Implications for research, practice, and policy
As a means of mapping and exploring implementation of multisectoral coordination, SNA provides a visual structural map of district-level implementation network. A diagnosis in the form of a network map can inform discussions about how different networks can be strengthened. The results of SNA provide more explicit descriptions or ‘mapping’ of key actors, relationships and decision-making, offering insights into health system leaders regarding effective implementation. In this study, both districts relied on key central players for the diffusion of innovation, knowledge and network interventions (Sikkema et al., 2000). We identified stakeholders who acted as crucial role in coordination and building linkages between different groups in the system (Burt, 2002; Newman and Dale, 2005). The SNA approach can also provide a pragmatic network diagnosis to facilitate the ‘rewiring’ of networks, where decision-makers might consider intervening to optimize relationships or connections; for instance, to ‘activate’ key actors who could engage with a greater role in decision-making to enhance the potential of the network (Blanchet et al., 2012). Network metrics can provide insights into the relationships, positions, structure and strength of a network, so as to diagnose weaker relations/ties which have not been fully utilized. Moreover, SNA can be used as a learning instrument by state and district stakeholders to study these districts as ‘learning sites’ for formalized, continuous research and partnerships to promote continuous learning and create an overlap between policy development and implementation. Simultaneously, this can also provide the scope for the improvement of everyday practices at local level and to promote cooperation and coordination for the program by sharing the visual network diagrams that build awareness and invite different departmental partnerships.

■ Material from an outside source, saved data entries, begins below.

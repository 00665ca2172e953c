package main

import (
	"fmt"
	"math"
	"strconv"
	"strings"

	"github.com/jedib0t/go-pretty/v6/table"
	"github.com/jedib0t/go-pretty/v6/text"
)

// grid is a plain table: a header, columns two spaces apart, no lines. Numbers stand right where the column is named in right.
func grid(header []string, rows [][]string, right ...string) string {
	w := table.NewWriter()
	style := table.StyleDefault
	style.Options = table.OptionsNoBordersAndSeparators
	style.Box.PaddingLeft, style.Box.PaddingRight = "  ", ""
	style.Format.Header = text.FormatDefault
	w.SetStyle(style)
	var columns []table.ColumnConfig
	for _, name := range right {
		columns = append(columns, table.ColumnConfig{Name: name, Align: text.AlignRight, AlignHeader: text.AlignRight})
	}
	w.SetColumnConfigs(columns)
	w.AppendHeader(rowOf(header))
	for _, r := range rows {
		w.AppendRow(rowOf(r))
	}
	lines := strings.Split(w.Render(), "\n")
	for i := range lines {
		lines[i] = strings.TrimRight(lines[i], " ")
	}
	return strings.Join(lines, "\n") + "\n"
}

func rowOf(cells []string) table.Row {
	r := make(table.Row, len(cells))
	for i, c := range cells {
		r[i] = c
	}
	return r
}

// withError writes a value to two digits of its error: "-3.141593 ± 2.1e-06".
func withError(v, err float64) string { return digits(v, err) + " ± " + shortError(err) }

// digits writes a value as far as its error lets it be known.
func digits(v, err float64) string {
	if a := math.Abs(v); a > err && (a < 1e-6 || a >= 1e15) {
		return strconv.FormatFloat(v, 'g', 12, 64)
	}
	places := 12
	if err > 0 && !math.IsInf(err, 0) {
		places = min(13, max(0, 1-int(math.Floor(math.Log10(err)))))
	}
	s := strconv.FormatFloat(v, 'f', places, 64)
	if strings.Trim(s, "-0.") == "" {
		return strings.TrimPrefix(s, "-")
	}
	return s
}

func shortError(err float64) string { return strconv.FormatFloat(err, 'e', 1, 64) }

// plain writes a number without needless digits.
func plain(v float64) string { return strconv.FormatFloat(v, 'g', -1, 64) }

// memory writes an amount of memory.
func memory(n float64) string { return scaled(n, 1024, "B", "KiB", "MiB", "GiB", "TiB", "PiB") }

// operations writes a number of floating-point operations.
func operations(n float64) string {
	return scaled(n, 1000, "flop", "kflop", "Mflop", "Gflop", "Tflop", "Pflop", "Eflop")
}

func scaled(n, step float64, units ...string) string {
	k := 0
	for n >= step && k < len(units)-1 {
		n /= step
		k++
	}
	return fmt.Sprintf("%.3g %s", n, units[k])
}

// duration writes seconds.
func duration(s float64) string {
	switch {
	case s < 10:
		return fmt.Sprintf("%.2g s", s)
	case s < 200:
		return fmt.Sprintf("%.0f s", s)
	case s < 3600:
		return fmt.Sprintf("%.0f min", s/60)
	case s < 2*86400:
		return fmt.Sprintf("%.1f h", s/3600)
	}
	return fmt.Sprintf("%.0f days", s/86400)
}

func counted(n int, what string) string {
	if n == 1 {
		return "1 " + what
	}
	return fmt.Sprintf("%d %ss", n, what)
}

SNA can be of value during pilot or developmental, implementation and evaluation phase. During the early phases of intervention, it can enable understanding of complex implementation, by deciphering the networks of multiple professionals and associated sectors. Using the mapping exercise, it can help design strategies considering the social context of program members, its delivery, determining the appropriate methods and channels of communication needs and identify particular change agents and opinion leaders to widen the outreach of network. During the implementation and evaluation phases, when coupled with a mixed methods design, SNA can help analyze network as a whole system and at individual organizational level. Thus, enabling identification of points of influence to create and improve selected strategies for a group or organization. Therefore, SNA as a tool can be adopted to diagnose, map, monitor and intervene in complex multisectoral health programs.